Effect of BAG3 down-modulation on SCLC cell apoptosis
We then investigated the possibility that in BAG3 positive SCLCs this protein played a pro-survival role as reported for other tumor types [3, 4]. To this end we first evaluated BAG3 expression by western blot in five human SCLC cell lines. As shown in Fig. 2A, H69 and H446 cell lines displayed the highest BAG3 protein levels and were chosen for the subsequent experiments to test if BAG3 silencing sensitized cells to cisplatin treatment. Both cell lines were transfected with a bag3- specific small interfering (si) RNA or with a non targeted (NT) siRNA. As shown in figures 2B and C transfection with 200 nM of Bag3 specific siRNA resulted in silencing of BAG3 in both cell lines. As shown in figure 3B and D silencing of BAG3 results in increased response to cisplatin with an increase in both cell lines of almost 40% of apoptosis after 48 hours of treatment with a 100 µM cisplatin. Furthermore, BAG3 silencing in H446 results also a significant increase of basal apoptosis (Fig. 3D).
Figure 2: Analysis of BAG3 protein levels in human SCLC cell lines. A) Total protein extracts obtained from DMS79, H526, H209, H69 and H446 cell lines were analyzed by western blot using an anti-BAG3 polyclonal antibody. Densitometry data of samples are expressed as fractions of BAG3/GAPDH. H69 cells B) and H446 cells C) were transfected with a bag3-specific (bag3-siRNA) (100 and 200 nM) or a NT siRNA (200 nM). After 72 hrs BAG3 protein levels were analyzed by western blot using an anti-BAG3 polyclonal antibody. Anti-GAPDH antibody was used as loading control.
Figure 3: Effect of BAG3 down-regulation on SCLC cell apoptosis. H69 (A, B) or H446 (C, D) cells were transfected with bag3 siRNA (200 nM) or with NT siRNA (200 nM) and after 48 hrs treated with different doses of Cisplatin (25, 50, 100 microM) for 48 hrs. Cells were then collected and labeled with propidium iodide and analyzed by flow cytometry (B, D). Total protein extracts of cells treated as described above were analyzed by western blot using an anti-BAG3 polyclonal antibody. Anti-GAPDH antibody was used as loading control (A, C). *p<0.05; **p<0.001.
These results indicate that down-regulation of BAG3 stimulates apoptosis in SCLC cells in vitro.

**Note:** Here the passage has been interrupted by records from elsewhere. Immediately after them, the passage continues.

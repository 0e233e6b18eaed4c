import { createHmac, randomBytes } from 'node:crypto';
import type { Sequelize, Transaction } from 'sequelize';
import type { Settings } from '../config/settings';
import { select } from '../database/connection';
import { hashToken } from './token-hash';

type LinkSettings = Pick<Settings, 'origin' | 'linkSecret'>;

export interface IssuedLink {
  readonly token: string;
  readonly url: string;
}

/** NIST SP 800-63A: an enrolment code sent to an address on file lives 72 hours. Later a code signs the family in. */
const invitationHours = 72;

/** 16 characters of base64url carry 96 bits; each one is paid for in a text message. Five tries lock a link. */
const tokenLength = 16;

const hour = 3_600_000;

/**
 * A one-use invitation for a family member; earlier unused ones end. The expiry is a matter of security and follows
 * the real clock.
 */
export async function issueInvitation(
  db: Sequelize,
  transaction: Transaction,
  settings: LinkSettings,
  { familyMemberId, householdId }: { familyMemberId: number; householdId: number },
): Promise<IssuedLink> {
  const now = Date.now();
  const token = randomBytes(32).toString('base64url').slice(0, tokenLength);
  await db.query(
    `UPDATE family_links SET expires_at = :now
     WHERE kind = 'invitation' AND family_member_id = :familyMemberId AND used_at IS NULL AND expires_at > :now`,
    { replacements: { now: new Date(now), familyMemberId }, transaction },
  );
  await db.query(
    `INSERT INTO family_links (kind, token_hash, family_member_id, household_id, expires_at, created_at)
     VALUES ('invitation', :tokenHash, :familyMemberId, :householdId, :expiresAt, :now)`,
    {
      replacements: {
        tokenHash: hashToken(token),
        familyMemberId,
        householdId,
        expiresAt: new Date(now + invitationHours * hour),
        now: new Date(now),
      },
      transaction,
    },
  );
  return { token, url: `${settings.origin}/i/${token}` };
}

/**
 * Tonight's household link of a family member: the same member and morning always give the same link, so that a night
 * planned again does not spoil a link that was sent. `expiresAt` is business time, two hours after the last arrival.
 */
export async function issueHouseholdLink(
  db: Sequelize,
  transaction: Transaction,
  settings: LinkSettings,
  link: { familyMemberId: number; householdId: number; morningOn: string; expiresAt: number },
): Promise<IssuedLink> {
  const token = createHmac('sha256', settings.linkSecret)
    .update(`${link.familyMemberId}:${link.morningOn}`)
    .digest('base64url')
    .slice(0, tokenLength);
  await db.query(
    `INSERT INTO family_links (kind, token_hash, family_member_id, household_id, morning_on, expires_at, created_at)
     VALUES ('household', :tokenHash, :familyMemberId, :householdId, :morningOn, :expiresAt, :now)
     ON DUPLICATE KEY UPDATE expires_at = :expiresAt`,
    {
      replacements: {
        ...link,
        tokenHash: hashToken(token),
        expiresAt: new Date(link.expiresAt),
        now: new Date(),
      },
      transaction,
    },
  );
  return { token, url: `${settings.origin}/m/${token}` };
}

export interface FamilyLink {
  readonly id: number;
  readonly kind: 'invitation' | 'household';
  readonly familyMemberId: number;
  readonly householdId: number;
  readonly siteId: number;
  readonly language: string;
  readonly morningOn: string | null;
  readonly expiresAt: number;
  readonly usedAt: number | null;
  readonly tries: number;
}

interface LinkRow {
  id: number;
  kind: 'invitation' | 'household';
  family_member_id: number;
  household_id: number;
  site_id: number;
  reads_language: string;
  morning_on: string | null;
  expires_at: Date;
  used_at: Date | null;
  tries: number;
}

/** The link of a token, whatever its state; null when there is none. Looking changes nothing. */
export async function linkOf(
  db: Sequelize,
  token: string,
  transaction?: Transaction,
): Promise<FamilyLink | null> {
  const [row] = await select<LinkRow>(
    db,
    `SELECT l.id, l.kind, l.family_member_id, l.household_id, h.site_id, m.reads_language, l.morning_on, l.expires_at,
       l.used_at, l.tries
     FROM family_links l
     JOIN family_members m ON m.id = l.family_member_id
     JOIN households h ON h.id = l.household_id
     WHERE l.token_hash = :tokenHash${transaction ? ' FOR UPDATE' : ''}`,
    { tokenHash: hashToken(token) },
    transaction,
  );
  if (!row) return null;
  return {
    id: row.id,
    kind: row.kind,
    familyMemberId: row.family_member_id,
    householdId: row.household_id,
    siteId: row.site_id,
    language: row.reads_language,
    morningOn: row.morning_on,
    expiresAt: row.expires_at.getTime(),
    usedAt: row.used_at?.getTime() ?? null,
    tries: row.tries,
  };
}

export type LinkState = 'open' | 'expired' | 'used' | 'locked';

/** Wrong birth dates after which a link locks and a person calls. */
export const linkTries = 5;

/** A household link ends by the business clock (its morning is over), an invitation by the real one. */
export function stateOf(
  link: FamilyLink,
  { businessNow, realNow }: { businessNow: number; realNow: number },
): LinkState {
  if (link.usedAt !== null) return 'used';
  if (link.tries >= linkTries) return 'locked';
  const now = link.kind === 'household' ? businessNow : realNow;
  return now >= link.expiresAt ? 'expired' : 'open';
}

Down-regulation of BAG3 reduces in vivo tumor growth and induces apoptosis
Since in vitro data showed that down-regulation of BAG3 induces apoptosis in SCLS cells, we investigated the effects of bag3 siRNA-Ad treatment on tumor growth and apoptosis in vivo. As shown in Fig. 4A, we observed that intra-tumoral injection of bag3 siRNA-Ad was able to reduce in vivo tumor growth after 44 days of treatment as compared to the scramble-treated (scr siRNA-Ad) and control groups (p<0.001). Accordingly, mice treated with bag3 siRNA-Ad survived longer than control (PBS) and scr siRNA-Ad-treated mice (p<0.05) (Fig. 4B). Western blot and immunohistochemical analysis of tumor samples from xenografts treated for 12 days with bag3 siRNA-Ad specifically confirm a reduction of BAG3 protein levels (Fig. 5 A, B).

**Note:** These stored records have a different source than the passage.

import { select } from '../database/connection';
import type { Context } from '../context';
import { invalid } from '../http/problem';
import type { StaffMember } from './current-user';
import { verifyPassword } from './passwords';

/** Signing asks for the password once more. @throws Problem 422 beside the field 'password'. */
export async function checkPasswordAgain(
  { db }: Context,
  staff: StaffMember,
  password: string,
): Promise<void> {
  const [row] = await select<{ password_hash: string | null }>(
    db,
    'SELECT password_hash FROM staff WHERE id = :id',
    { id: staff.id },
  );
  if (!(await verifyPassword(row?.password_hash ?? null, password)))
    throw invalid([{ path: 'password', message: 'This is not your password.' }]);
}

Figure 4: BAG3 down-regulation reduces tumor growth and increases animal survival in a xenograft model. H69 cells (3x 106) were injected subcutaneously onto the back of six/eight-week-old female athymic nude-Foxn1nu/nu mice. Two weeks later (100 mm3), animals were randomized into three groups (8 animals per group) and control PBS (100μl-untreated), bag3 siRNA-Ad or scrRNA-Ad (108 pfu/100 μl) were injected in the tumors twice a week. A) Tumor size was measured every week using a caliper in bag3 siRNA-Ad, scr siRNA-Ad treated or untreated mice. **p< 0.001. B) Kaplan-Meier analysis of animal survival. *p< 0.05.

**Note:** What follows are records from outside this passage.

import { Router } from 'express';
import type { Request, Response } from 'express';
import {
  checkCodeRequest,
  describeLinkRequest,
  openLinkRequest,
  sendCodeRequest,
} from '../../shared/contracts/family-session';
import type { FamilySession } from '../../shared/contracts/family-session';
import { record } from '../access-record/record';
import type { Context } from '../context';
import { handleFamily, handleOpen } from '../http/handle';
import { limit } from '../http/limit';
import { invalid } from '../http/problem';
import { checkCode, sendCode } from './codes';
import { describeFamilySession } from './describe-family-session';
import type { OpenFamilySession } from './describe-family-session';
import { familyReach } from './family-reach';
import { describeLink, openLink } from './open-link';
import { forgetPhone, rememberedPhoneOf, rememberPhone } from './remembered-phones';
import { endSession, familyCookie, renewSession, saveSession } from './sessions';

const quarterHour = 900;
/** How long letters and contact changes stay open after a code. */
const freshMs = 15 * 60_000;
/** Known and unknown addresses take the same time to answer. */
const codeAnswerMs = 150;

/**
 * POST   /links/describe             what a link is for; uses nothing up
 * POST   /links/open                 the second step: a birth date, or the remembered phone
 * GET    /session                    who is here and how far it reaches
 * DELETE /session                    sign out (also POST /session/sign-out)
 * POST   /session/close-letters      back from a fresh code to the instructions
 * POST   /phone/forget               forget this phone (also POST /session/forget)
 * POST   /codes                      send a code
 * POST   /codes/check                sign in, or open the letters, with a code
 */
export function familySessionRoutes(context: Context): Router {
  const router = Router();

  router.post(
    '/links/describe',
    limit({ name: 'link-describe', hits: 60, seconds: 60 }),
    handleOpen({ body: describeLinkRequest }, ({ body, req }) =>
      describeLink(context, req, body.token),
    ),
  );
  router.post(
    '/links/open',
    limit({ name: 'link-open', hits: 30, seconds: quarterHour }),
    handleOpen({ body: openLinkRequest }, async ({ body, req, res }) => {
      const familyMemberId = await openLink(context, req, body);
      return begin(context, req, res, {
        familyMemberId,
        isRemembered: body.isRemembered,
        freshUntil: null,
      });
    }),
  );
  router.get(
    '/session',
    familyReach('household'),
    handleFamily({}, async ({ req, visitor }) =>
      describeFamilySession(context, await openedBy(context, req, visitor.familyMemberId)),
    ),
  );
  const signOut = handleOpen({}, async ({ req, res }) => {
    await endSession(req);
    res.clearCookie(familyCookie.name, { path: familyCookie.path });
  });
  router.delete('/session', signOut);
  router.post('/session/sign-out', signOut);
  router.post(
    '/session/close-letters',
    familyReach('household'),
    handleFamily({}, async ({ req, visitor }) => {
      const { family } = req.session;
      if (family) {
        req.session.family = { ...family, freshUntil: null };
        await saveSession(req);
      }
      return describeFamilySession(context, await openedBy(context, req, visitor.familyMemberId));
    }),
  );
  const forget = handleOpen({}, ({ req, res }) => forgetThisPhone(context, req, res));
  router.post('/phone/forget', forget);
  router.post('/session/forget', forget);
  router.post(
    '/codes',
    limit({ name: 'codes-address', hits: 10, seconds: quarterHour }),
    handleOpen({ body: sendCodeRequest }, async ({ body, req }) => {
      const signedInId = req.familyVisitor?.visitor.familyMemberId ?? null;
      if (signedInId === null && body.address === null)
        throw invalid([
          { path: 'address', message: 'Give a telephone number or an e-mail address.' },
        ]);
      await Promise.all([
        sendCode(context, signedInId, body),
        new Promise((resolve) => setTimeout(resolve, codeAnswerMs)),
      ]);
      return { done: true };
    }),
  );
  router.post(
    '/codes/check',
    limit({ name: 'codes-check', hits: 30, seconds: quarterHour }),
    handleOpen({ body: checkCodeRequest }, async ({ body, req, res }) => {
      const visitor = req.familyVisitor?.visitor ?? null;
      const member = await checkCode(context, visitor?.familyMemberId ?? null, body);
      const phone = await rememberedPhoneOf(context.db, req);
      return begin(context, req, res, {
        familyMemberId: member.familyMemberId,
        isRemembered: body.isRemembered || phone?.familyMemberId === member.familyMemberId,
        freshUntil: member.standing === 'guardian' ? Date.now() + freshMs : null,
      });
    }),
  );
  return router;
}

/** A new session under a new id, and the phone's memory when the family asked for it. */
async function begin(
  context: Context,
  req: Request,
  res: Response,
  session: OpenFamilySession,
): Promise<FamilySession> {
  await renewSession(req);
  req.session.family = session;
  await saveSession(req);
  if (session.isRemembered)
    await rememberPhone(context.db, context.settings, req, res, session.familyMemberId);
  return describeFamilySession(context, session);
}

/** The session's own facts; a remembered phone without a session reaches the household. */
async function openedBy(
  context: Context,
  req: Request,
  familyMemberId: number,
): Promise<OpenFamilySession> {
  const phone = await rememberedPhoneOf(context.db, req);
  const isRemembered = phone?.familyMemberId === familyMemberId;
  const { family } = req.session;
  return { familyMemberId, freshUntil: family?.freshUntil ?? null, isRemembered };
}

/** The phone's memory and this session end, and the browser is told to drop what it keeps. */
async function forgetThisPhone(context: Context, req: Request, res: Response): Promise<object> {
  const known = req.familyVisitor;
  await forgetPhone(context.db, context.settings, req, res);
  await endSession(req);
  if (known)
    await record(context.db, undefined, known.actor, {
      action: 'changed',
      matter: 'forget-phone',
      childIds: [],
      at: context.clock.now(),
    });
  res.clearCookie(familyCookie.name, { path: familyCookie.path });
  // Not "cookies": a browser may be the clinic's as well, and its session is another person's business.
  res.set('Clear-Site-Data', '"cache", "storage"');
  return { done: true };
}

Figure 5: Analysis of BAG3 expression in H69 xenografts. A) Western blot analysis of protein extracted from H69 xenografts treated with PBS 100 μl (untreated), scr siRNA-Ad (108 pfu/100μl) or bag3 siRNA-Ad (108 pfu/100μl) by intratumoral injection, twice a week. B) Immunohistochemistry with anti-BAG3 monoclonal of xenograft tumors treated as in A (200x). Negative control: immunostaining of xenografted tumor samples stained without the primary antibody (200x).